The data:
___
/**
 * Triangle quantities from side lengths alone.
 *
 * Area by Kahan's needle-safe formula (W. Kahan, "Miscalculating area and
 * angles of a needle-like triangle", 2000/2014): with a ≥ b ≥ c,
 *   A = ¼ √((a + (b + c))(c − (a − b))(c + (a − b))(a + (b − c))).
 * Angles by the same paper's formula: for the angle C opposite side c, with
 * the other two sides a ≥ b,
 *   μ = c − (a − b) if b ≥ c, else b − (a − c);
 *   C = 2·atan √(((a − b) + c)·μ / ((a + (b + c))·((a − c) + b))),
 * parentheses as written. Every angle of a needle or a cap keeps its relative
 * accuracy, so the three sum to π within a few ulps (the cosine rule
 * b² + c² − a² loses all digits of the angles next to a needle's short side,
 * and a flat vertex ringed by needles then showed a false angle defect).
 *
 * Degenerate triangles, chosen so that the angles always sum to π (which is
 * what makes discrete Gauss–Bonnet exact on every mesh):
 * - collinear (c = a + b): angles {π, 0, 0}; lengths that break the triangle
 *   inequality are treated the same (area 0, never NaN);
 * - one side zero, the other two equal (two corners coincide): {π/2, π/2, 0},
 *   the limit of an isosceles triangle whose base shrinks;
 * - all sides zero (three coincident corners): {π/3, π/3, π/3} by convention.
 * Side lengths far from 1 (beyond 2^±300) are scaled by an exact power of two
 * first, so products neither overflow nor underflow.
 *
 * Cotangents, one rule for the whole library (every cotangent, cotangent
 * weight, Laplacian entry and Delaunay test is computed by {@link cotOpposite}
 * or {@link faceCotans}):
 *   cot = (b² + c² − a²) / (4A), A by Kahan's formula above;
 *   a triangle whose area A is 0 (collinear, a spike, coincident corners,
 *   lengths that break the triangle inequality) has cotangent 0 at all three
 *   corners: it adds nothing to any cotangent weight, and it is never the
 *   reason an edge is flipped (a flip next to it is impossible anyway: the
 *   unfolding below needs area on both sides).
 * So no cotangent is ever NaN. Operators that assemble weights into a matrix
 * ({@link halfedgeCotans}, the cotangent Laplacian) also bound each one to
 * ±{@link COT_LIMIT}, which only angles within 1e-8 rad of 0 or π reach; the
 * Delaunay test reads the unbounded value. Mass is one third of the area per
 * corner (vertex-areas.ts's `barycentricVertexAreas`), so a zero-area face adds no mass.
 *
 * Laying a triangle out from its lengths, one home ({@link placeThirdCorner}):
 * side AB of length l on the +x axis from the origin, C above it at
 *   cx = (l² + |CA|² − |BC|²) / (2l),  cy = 2A / l,
 * so a needle keeps its small height; a zero-length AB puts C at (0, |CA|).
 *
 * Conventions for half-edge arrays: `angle[h]` is the interior angle at the
 * tail of half-edge h, so the angle opposite h is `angle[prev(h)]`.
 */
import type { IntrinsicMesh } from './intrinsic.js';

/** Kahan's stable triangle area from three side lengths (0 when they do not form a triangle). */
export function triangleArea(a: number, b: number, c: number): number {
  // sort so that a >= b >= c
  if (a < b) { const t = a; a = b; b = t; }
  if (b < c) { const t = b; b = c; c = t; }
  if (a < b) { const t = a; a = b; b = t; }
  const p = (a + (b + c)) * (c - (a - b)) * (c + (a - b)) * (a + (b - c));
  return p > 0 ? 0.25 * Math.sqrt(p) : 0;
}

/**
 * Radius ratio R/(2r) of the triangle with sides a, b, c (circumradius R =
 * abc/4A, inradius r = A/s, s the half perimeter): abc·(a + b + c) / (16 A²),
 * 1 for an equilateral triangle, growing without bound as it flattens
 * (Shewchuk, "What is a good linear finite element?", 2002). Infinity
 * without area; never under 1 (rounding can put an equilateral a few ulps below).
 */
export function radiusRatio(a: number, b: number, c: number): number {
  const A = triangleArea(a, b, c);
  if (!(A > 0)) return Infinity;
  const r = (a * b * c * (a + b + c)) / (16 * A * A);
  return r < 1 ? 1 : r;
}

/**
 * Third corner C of a triangle laid out with side AB (length `l`) on the +x
 * axis from the origin and C above it (see the module comment), given
 * |BC| = `ln`, |CA| = `lp` and the triangle's `area` (Kahan's, from
 * {@link triangleArea}); writes (cx, cy) to out[o], out[o+1]. A zero-length
 * AB puts C at (0, |CA|); a zero area puts C on the axis.
 */
export function placeThirdCorner(l: number, ln: number, lp: number, area: number, out: Float64Array | number[], o: number): void {
  if (l > 0) {
    out[o] = (l * l + lp * lp - ln * ln) / (2 * l);
    out[o + 1] = (2 * area) / l;
  } else {
    out[o] = 0;
    out[o + 1] = lp;
  }
}

/**
 * Unfolds the two triangles (a, b, c) and (b, a, d) that share side ab into the
 * plane and returns the length of the other diagonal cd (the edge a flip of ab
 * would make):
 *
 * ```
 *        c
 *       / \
 *      a---b      a = (0, 0), b = (lab, 0), c above the axis, d below it
 *       \ /
 *        d
 * ```
 *
 * Returns NaN, leaving `out` untouched, when either triangle has no area (or
 * lab is not positive). `out`, when given, receives xc, yc, xd, yd.
 */
export function unfoldedDiagonal(lab: number, lbc: number, lca: number, lad: number, ldb: number, out?: Float64Array | number[]): number {
  const A0 = triangleArea(lab, lbc, lca), A1 = triangleArea(lab, lad, ldb);
  if (!(A0 > 0 && A1 > 0 && lab > 0)) return NaN;
  const q = out ?? [0, 0, 0, 0];
  placeThirdCorner(lab, lbc, lca, A0, q, 0);
  placeThirdCorner(lab, ldb, lad, A1, q, 2); // d mirrored: laid out above, then read below the axis
  return Math.hypot(q[0]! - q[2]!, q[1]! + q[3]!);
}

/** Angle opposite side `a` in the triangle with sides a, b, c (radians, in [0, π]; see the module comment). */
export function angleOpposite(a: number, b: number, c: number): number {
  anglesOfSides(a, b, c, scratch, 0);
  return scratch[0]!;
}

/** Written and read within one call of {@link angleOpposite} (no callback in between, so re-entrant). */
const scratch = new Float64Array(3);
const HUGE = 2 ** 300, TINY = 2 ** -300;

/**
 * Kahan's angle opposite side `c` of a triangle whose other sides are
 * `a ≥ b`, for lengths that satisfy the triangle inequality. 0/0 happens
 * only for b = 0, c = a (two coincident corners): π/2.
 */
function kahanAngle(a: number, b: number, c: number): number {
  const mu = b >= c ? c - (a - b) : b - (a - c);
  const num = (a - b + c) * mu;
  const den = (a + (b + c)) * (a - c + b);
  const r = num / den;
  return r === r ? 2 * Math.atan(Math.sqrt(r)) : Math.PI / 2; // r > 0 / 0 = ∞ gives π
}

/**
 * Writes the angles opposite sides l0, l1, l2 to `out[o]`, `out[o+1]`,
 * `out[o+2]`. They sum to π for every input (see the module comment).
 */
export function anglesOfSides(l0: number, l1: number, l2: number, out: Float64Array | number[], o: number): void {
  let x = l0, y = l1, z = l2; // sort a copy: x ≥ y ≥ z
  if (x < y) { const t = x; x = y; y = t; }
  if (y < z) { const t = y; y = z; z = t; }
  if (x < y) { const t = x; x = y; y = t; }
  if (!(x > 0)) {
    out[o] = out[o + 1] = out[o + 2] = Math.PI / 3;
    return;
  }
  if (x > HUGE || x < TINY) {
    const s = 2 ** -Math.round(Math.log2(x)); // exact scaling
    l0 *= s; l1 *= s; l2 *= s; z *= s; y *= s; x *= s;
  }
  if (z - (x - y) <= 0) {
    // collinear or not a triangle: π opposite the longest side (the first one if tied)
    if (z - (x - y) === 0 && z === 0) {
      // spike: z = 0, x = y
      const iz = l2 === 0 ? 2 : l1 === 0 ? 1 : 0;
      out[o] = out[o + 1] = out[o + 2] = Math.PI / 2;
      out[o + iz] = 0;
      return;
    }
    const ix = l0 === x ? 0 : l1 === x ? 1 : 2;
    out[o] = out[o + 1] = out[o + 2] = 0;
    out[o + ix] = Math.PI;
    return;
  }
  out[o] = kahanAngle(l1 > l2 ? l1 : l2, l1 > l2 ? l2 : l1, l0);
  out[o + 1] = kahanAngle(l0 > l2 ? l0 : l2, l0 > l2 ? l2 : l0, l1);
  out[o + 2] = kahanAngle(l0 > l1 ? l0 : l1, l0 > l1 ? l1 : l0, l2);
}

/**
 * Cotangent of the angle opposite side `a` in the triangle with sides a, b, c:
 * (b² + c² − a²) / (4A), and 0 when the area A is 0 (the library's one rule
 * for degenerate triangles: see the module comment). Never NaN; not bounded
 * (see {@link COT_LIMIT}).
 */
export function cotOpposite(a: number, b: number, c: number): number {
  return cotOf(b * b + c * c - a * a, 4 * triangleArea(a, b, c));
}

/**
 * Writes the cotangents of the angles opposite sides l0, l1, l2 to `out[o]`,
 * `out[o+1]`, `out[o+2]` (one area for the three; same rule and values as
 * {@link cotOpposite}); returns the triangle's area.
 */
export function faceCotans(l0: number, l1: number, l2: number, out: Float64Array | number[], o: number): number {
  const A = triangleArea(l0, l1, l2), A4 = 4 * A;
  out[o] = cotOf(l1 * l1 + l2 * l2 - l0 * l0, A4);
  out[o + 1] = cotOf(l2 * l2 + l0 * l0 - l1 * l1, A4);
  out[o + 2] = cotOf(l0 * l0 + l1 * l1 - l2 * l2, A4);
  return A;
}

/** The rule itself: numerator b² + c² − a² over 4A, 0 without area. */
function cotOf(num: number, area4: number): number {
  return area4 > 0 ? num / area4 : 0;
}

/**
 * Bound on |cot θ| in assembled weights ({@link halfedgeCotans}, the
 * cotangent Laplacian): reached only by angles within 1e-8 rad of 0 or π,
 * it keeps the weights of a needle finite and within a range the Cholesky
 * factorization handles.
 */
export const COT_LIMIT = 1e8;

/** cot clamped to ±{@link COT_LIMIT}. */
export function boundedCot(cot: number): number {
  return cot > COT_LIMIT ? COT_LIMIT : cot < -COT_LIMIT ? -COT_LIMIT : cot;
}

/** Area of every face (sides in half-edge order: side k is the length of half-edge 3f+k). */
export function faceAreas(m: IntrinsicMesh, out = new Float64Array(m.topology.nf)): Float64Array {
  const { edgeOf } = m.topology;
  const L = m.edgeLength;
  for (let f = 0; f < m.topology.nf; f++) out[f] = triangleArea(L[edgeOf[3 * f]!]!, L[edgeOf[3 * f + 1]!]!, L[edgeOf[3 * f + 2]!]!);
  return out;
}

/** Interior angle at the tail vertex of every half-edge (Kahan's formula; see the module comment). */
export function cornerAngles(m: IntrinsicMesh, out = new Float64Array(3 * m.topology.nf)): Float64Array {
  const { edgeOf } = m.topology;
  const L = m.edgeLength;
  for (let f = 0; f < m.topology.nf; f++) {
    // the angle at tail(3f+k) lies between half-edges 3f+k and prev(3f+k); the side
    // opposite it is next(3f+k) = 3f+(k+1)%3. So pass the sides rotated by one.
    const l0 = L[edgeOf[3 * f]!]!, l1 = L[edgeOf[3 * f + 1]!]!, l2 = L[edgeOf[3 * f + 2]!]!;
    anglesOfSides(l1, l2, l0, out, 3 * f);
  }
  return out;
}

/**
 * Per-face arrays of one intrinsic mesh that a caller has already made
 * ({@link cornerAngles}, {@link halfedgeCotans}, {@link faceAreas} of that
 * same mesh), handed on so that the functions taking them do not make them
 * again. Read only.
 */
export interface FaceArrays {
  angles?: Float64Array;
  cotans?: Float64Array;
  areas?: Float64Array;
}

/** Cotangent of the angle opposite every half-edge ({@link faceCotans}, bounded by {@link COT_LIMIT}). */
export function halfedgeCotans(m: IntrinsicMesh, out = new Float64Array(3 * m.topology.nf)): Float64Array {
  const { edgeOf } = m.topology;
  const L = m.edgeLength;
  for (let f = 0; f < m.topology.nf; f++) {
    const h = 3 * f;
    faceCotans(L[edgeOf[h]!]!, L[edgeOf[h + 1]!]!, L[edgeOf[h + 2]!]!, out, h);
    for (let k = h; k < h + 3; k++) out[k] = boundedCot(out[k]!);
  }
  return out;
}

/** Cotangent edge weights w_e = (cot α + cot β) / 2 (one term on boundary edges). */
export function edgeCotanWeights(m: IntrinsicMesh, out = new Float64Array(m.topology.ne)): Float64Array {
  const cot = halfedgeCotans(m);
  out.fill(0);
  const { edgeOf } = m.topology;
  for (let h = 0; h < cot.length; h++) out[edgeOf[h]!]! += 0.5 * cot[h]!;
  return out;
}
___
Your assignment:
Beginning with the first line of the entries, repeat each line exactly until you have reproduced the one containing "- all sides", and add nothing further.

Response:
/**
 * Triangle quantities from side lengths alone.
 *
 * Area by Kahan's needle-safe formula (W. Kahan, "Miscalculating area and
 * angles of a needle-like triangle", 2000/2014): with a ≥ b ≥ c,
 *   A = ¼ √((a + (b + c))(c − (a − b))(c + (a − b))(a + (b − c))).
 * Angles by the same paper's formula: for the angle C opposite side c, with
 * the other two sides a ≥ b,
 *   μ = c − (a − b) if b ≥ c, else b − (a − c);
 *   C = 2·atan √(((a − b) + c)·μ / ((a + (b + c))·((a − c) + b))),
 * parentheses as written. Every angle of a needle or a cap keeps its relative
 * accuracy, so the three sum to π within a few ulps (the cosine rule
 * b² + c² − a² loses all digits of the angles next to a needle's short side,
 * and a flat vertex ringed by needles then showed a false angle defect).
 *
 * Degenerate triangles, chosen so that the angles always sum to π (which is
 * what makes discrete Gauss–Bonnet exact on every mesh):
 * - collinear (c = a + b): angles {π, 0, 0}; lengths that break the triangle
 *   inequality are treated the same (area 0, never NaN);
 * - one side zero, the other two equal (two corners coincide): {π/2, π/2, 0},
 *   the limit of an isosceles triangle whose base shrinks;
 * - all sides zero (three coincident corners): {π/3, π/3, π/3} by convention.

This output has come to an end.